■ What to do ■
Print all entries word for word.
Start of Raw data
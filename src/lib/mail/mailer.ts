/**
 * Sends mail over real SMTP with nodemailer (the local sink by default). A failed send is
 * retried with back-off and every failure is logged; callers get the final outcome.
 */
import nodemailer, { type Transporter } from 'nodemailer';
import { getConfig } from '../config';
import type { MailMessage } from './templates';

let transport: Transporter | undefined;

function getTransport(): Transporter {
  if (!transport) {
    const cfg = getConfig();
    transport = nodemailer.createTransport({
      host: cfg.SMTP_HOST,
      port: cfg.SMTP_PORT,
      secure: cfg.SMTP_SECURE === 'true',
      ignoreTLS: cfg.SMTP_SECURE !== 'true' && cfg.SMTP_HOST === '127.0.0.1',
      auth: cfg.SMTP_USER ? { user: cfg.SMTP_USER, pass: cfg.SMTP_PASSWORD ?? '' } : undefined,
      connectionTimeout: 5000,
      greetingTimeout: 5000,
    });
  }
  return transport;
}

export type SendResult = { ok: true; messageId: string; attempts: number } | { ok: false; error: string; attempts: number };

const sleep = (ms: number) => new Promise((r) => setTimeout(r, ms));

/** Sends one message, trying up to `attempts` times (1 s, 2 s, 4 s apart). */
export async function sendMail(to: string, message: MailMessage, attempts = 4): Promise<SendResult> {
  const from = getConfig().MAIL_FROM;
  let lastError = '';
  for (let i = 1; i <= attempts; i++) {
    try {
      const info = await getTransport().sendMail({ from, to, subject: message.subject, text: message.text, html: message.html });
      return { ok: true, messageId: info.messageId, attempts: i };
    } catch (err) {
      lastError = err instanceof Error ? err.message : String(err);
      console.error(`[mail] attempt ${i}/${attempts} to ${to} ("${message.subject}") failed: ${lastError}`);
      if (i < attempts) await sleep(1000 * 2 ** (i - 1));
    }
  }
  console.error(`[mail] giving up on ${to} ("${message.subject}") after ${attempts} attempts: ${lastError}`);
  return { ok: false, error: lastError, attempts };
}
End of Raw data
■ Reply to the exercise ■
filename src/lib/mail/mailer.ts
/**
 * Sends mail over real SMTP with nodemailer (the local sink by default). A failed send is
 * retried with back-off and every failure is logged; callers get the final outcome.
 */
import nodemailer, { type Transporter } from 'nodemailer';
import { getConfig } from '../config';
import type { MailMessage } from './templates';

let transport: Transporter | undefined;

function getTransport(): Transporter {
  if (!transport) {
    const cfg = getConfig();
    transport = nodemailer.createTransport({
      host: cfg.SMTP_HOST,
      port: cfg.SMTP_PORT,
      secure: cfg.SMTP_SECURE === 'true',
      ignoreTLS: cfg.SMTP_SECURE !== 'true' && cfg.SMTP_HOST === '127.0.0.1',
      auth: cfg.SMTP_USER ? { user: cfg.SMTP_USER, pass: cfg.SMTP_PASSWORD ?? '' } : undefined,
      connectionTimeout: 5000,
      greetingTimeout: 5000,
    });
  }
  return transport;
}

export type SendResult = { ok: true; messageId: string; attempts: number } | { ok: false; error: string; attempts: number };

const sleep = (ms: number) => new Promise((r) => setTimeout(r, ms));

/** Sends one message, trying up to `attempts` times (1 s, 2 s, 4 s apart). */
export async function sendMail(to: string, message: MailMessage, attempts = 4): Promise<SendResult> {
  const from = getConfig().MAIL_FROM;
  let lastError = '';
  for (let i = 1; i <= attempts; i++) {
    try {
      const info = await getTransport().sendMail({ from, to, subject: message.subject, text: message.text, html: message.html });
      return { ok: true, messageId: info.messageId, attempts: i };
    } catch (err) {
      lastError = err instanceof Error ? err.message : String(err);
      console.error(`[mail] attempt ${i}/${attempts} to ${to} ("${message.subject}") failed: ${lastError}`);
      if (i < attempts) await sleep(1000 * 2 ** (i - 1));
    }
  }
  console.error(`[mail] giving up on ${to} ("${message.subject}") after ${attempts} attempts: ${lastError}`);
  return { ok: false, error: lastError, attempts };
}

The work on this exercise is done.